Famílias que fogem de Ardamata, no oeste de Darfur, atravessam para Adre, no Chade, após uma onda de violência étnica

Em Dezembro, Osman Arbab*, 24 anos, e o seu irmão mais novo estavam num autocarro nos arredores de Atbara, no Sudão, quando a inteligência militar o parou e perguntou quais dos passageiros eram de Darfur ou do Cordofão.

Os dois homens são originários do Cordofão, apesar de não viverem lá há anos, e encontraram-se amontoados com todos os outros jovens no autocarro que eram dos dois locais.

Os oficiais da inteligência militar contaram-lhes que foram acusados ​​de espionagem para o grupo paramilitar Forças de Apoio Rápido (RSF) e levaram-nos para uma instalação em Atbara, no nordeste do Sudão.

Durante seis dias, Arbab e seu irmão foram espancados com paus para tentar extrair-lhes confissões. Eles seriam acolhidos juntos para que cada homem pudesse ver e ouvir o que estava acontecendo com seu irmão.

Quando os bastões não funcionaram, os interrogadores do sétimo dia os conectaram a cabos elétricos e começaram a aplicar choques neles.

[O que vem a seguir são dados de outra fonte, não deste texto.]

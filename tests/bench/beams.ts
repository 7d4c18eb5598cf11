import { compileEffects } from '../../src/loads/index.ts';
import { LOAD_KINDS } from '../../src/loads/kinds.ts';
import { prepare, rate, woodOf } from '../../src/timber/index.ts';
import type { Member } from '../../src/timber/member.ts';
import { roomForRatios } from '../../src/timber/report.ts';
import { memberOf } from '../support/session.ts';
import { median } from './median.ts';

const ROUNDS = 15;
const WARM_UP = 20;

/** A continuous beam with an overhang at either end, every kind on it and this many loads, half of them points. */
function beam(spans: number, loads: number, wood: object = {}): Member {
  const length = 10 * spans + 6;
  return memberOf({
    ...wood,
    spans: Array(spans).fill('10 ft'),
    overhangs: { left: '3 ft', right: '3 ft' },
    area: Object.fromEntries(LOAD_KINDS.map((kind, at) => [kind, `${10 + at} psf`])),
    loads: Array.from({ length: loads }, (_, at) => {
      const kind = LOAD_KINDS[at % LOAD_KINDS.length];
      const place = ((at + 0.5) * length) / loads;
      return at % 2 === 0
        ? { kind, point: '400 lb', at: `${place} ft` }
        : { kind, line: '50 plf', from: `${place * 0.8} ft`, to: `${place} ft` };
    }),
  });
}

function millis(run: () => void): number {
  for (let at = 0; at < WARM_UP; at += 1) run();
  const rounds = Array.from({ length: ROUNDS }, () => {
    const began = performance.now();
    run();
    return performance.now() - began;
  });
  return median(rounds);
}

/** One full evaluation of large beams: search over combinations and patterns, then every check. */
export function run(): void {
  const ratios = roomForRatios();
  const simple = memberOf({});
  console.log(
    `search of a simple span: ${(1000 * millis(() => compileEffects(simple, { heaviest: 16, deadFactor: 0.5 }))).toFixed(0)} µs`,
  );
  let before: { time: number; size: number } | null = null;
  for (const [spans, loads] of [
    [2, 25],
    [4, 50],
    [6, 100],
  ] as const) {
    const member = beam(spans, loads);
    const wood = woodOf(member);
    const time = millis(() => rate(prepare({ ...member }), wood, member.section, ratios));
    const size = spans * loads;
    const growth =
      before === null
        ? ''
        : `, cost x${(time / before.time).toFixed(1)} for spans x loads x${size / before.size}`;
    const aim = loads === 100 ? ' (aim 5 ms)' : '';
    console.log(
      `full evaluation, ${spans} spans, ${loads} loads, all kinds and patterns: ${time.toFixed(2)} ms${aim}${growth}`,
    );
    before = { time, size };
    if (loads === 100)
      console.log(
        `the same of glulam, CV by the worst pattern: x${(glulam(spans, loads) / time).toFixed(1)}`,
      );
  }
}

function glulam(spans: number, loads: number): number {
  const stock = { product: 'glulam', species: 'Western species', grade: '24F-1.8E' };
  const member = beam(spans, loads, { stock, section: { width: '5.125 in', depth: '24 in' } });
  const wood = woodOf(member);
  const ratios = roomForRatios();
  return millis(() => rate(prepare({ ...member }), wood, member.section, ratios));
}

Arbab se lembra de ter visto seu irmão gritar, impotente para fazer qualquer coisa por ele.

‘Não vamos conseguir sair’

“Meu irmão (tem diabetes) e lembro-me de pensar que não conseguiríamos sair daqui”, disse Arbab à Al Jazeera.

“Eu estava pensando: ‘Meu irmão vai morrer. … Eles vão nos matar.’”

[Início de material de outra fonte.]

import fc from 'fast-check';
import { readSession } from '../../src/session/index.ts';
import { readSessionWithSets } from '../../src/session/set-values.ts';
import type { Member } from '../../src/timber/member.ts';
import { sessionText } from '../support/session.ts';

/** Members as session files write them: one to three spans, overhangs, loads, woods, bracing, bearings. */
export const anyPart: fc.Arbitrary<Record<string, unknown>> = fc
  .record({
    spans: fc.array(fc.integer({ min: 72, max: 260 }), { minLength: 1, maxLength: 3 }),
    overhang: fc.constantFrom(0, 0, 0, 30),
    width: fc.oneof(
      fc.integer({ min: 12, max: 160 }).map((n) => ({ tributary: `${n} in` })),
      fc.constantFrom(12, 16, 19.2, 24, 32).map((n) => ({ tributary: undefined, spacing: `${n} in` })),
    ),
    dead: fc.integer({ min: 5, max: 30 }),
    live: fc.integer({ min: 0, max: 80 }),
    snow: fc.constantFrom(0, 0, 30, 60),
    windUp: fc.constantFrom(0, 0, 0, 40),
    loads: fc.array(
      fc.constantFrom(
        { kind: 'live', point: '900 lb', at: '4 ft' },
        { kind: 'dead', line: '60 plf' },
        { kind: 'snow', line: ['0 plf', '90 plf'], from: '1 ft', to: '6 ft' },
      ),
      { maxLength: 2 },
    ),
    wood: fc.constantFrom(
      {
        stock: { product: 'dimension lumber', species: 'Douglas Fir-Larch', grade: 'No.2' },
        section: { width: '1.5 in', depth: '9.25 in', plies: 2 },
      },
      {
        stock: { product: 'dimension lumber', species: 'Southern Pine', grade: 'No.1' },
        section: { width: '1.5 in', depth: '11.25 in', plies: 1 },
      },
      {
        stock: { product: 'glulam', grade: '24F-1.8E' },
        section: { width: '3.125 in', depth: '10.5 in' },
      },
      {
        stock: { product: 'timber', species: 'Douglas Fir-Larch', grade: 'No.1' },
        section: { width: '5.5 in', depth: '9.5 in' },
      },
    ),
    bracing: fc.constantFrom('continuous', 'ends', '6 ft'),
    bearing: fc.constantFrom('3.5 in', '1.5 in'),
    count: fc.integer({ min: 1, max: 5 }),
  })
  .map(({ spans, overhang, width, dead, live, snow, windUp, loads, wood, bracing, bearing, count }) => ({
    spans: spans.map((span) => `${span} in`),
    ...(overhang > 0 ? { overhangs: { right: `${overhang} in` } } : {}),
    ...width,
    area: { dead: `${dead} psf`, live: `${live} psf`, snow: `${snow} psf`, windUp: `${windUp} psf` },
    loads,
    ...wood,
    bracing,
    bearing,
    count,
  }));

/** The member of a part with sets laid on it, as the command line does. */
export function withSets(part: Record<string, unknown>, sets: readonly string[]): Member {
  const text = sessionText(part);
  const read = sets.length === 0 ? readSession(text, 'test') : readSessionWithSets(text, 'test', 'B1', sets);
  if (!read.ok) throw new Error(read.fault);
  return read.session.members[0]!.member;
}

Famílias escapando da violência em Ardamata, Darfur Ocidental, cruzam para Adre, Chade, em 7 de novembro de 2023. Sobreviventes contaram sobre execuções e saques, que disseram ter sido realizados pela RSF e milícias aliadas (El Tayeb Siddig/Reuters)

O exército parece estar a reprimir as pessoas de regiões onde os seus rivais, a RSF, têm algum apoio, acusando-as de serem “células adormecidas” da RSF.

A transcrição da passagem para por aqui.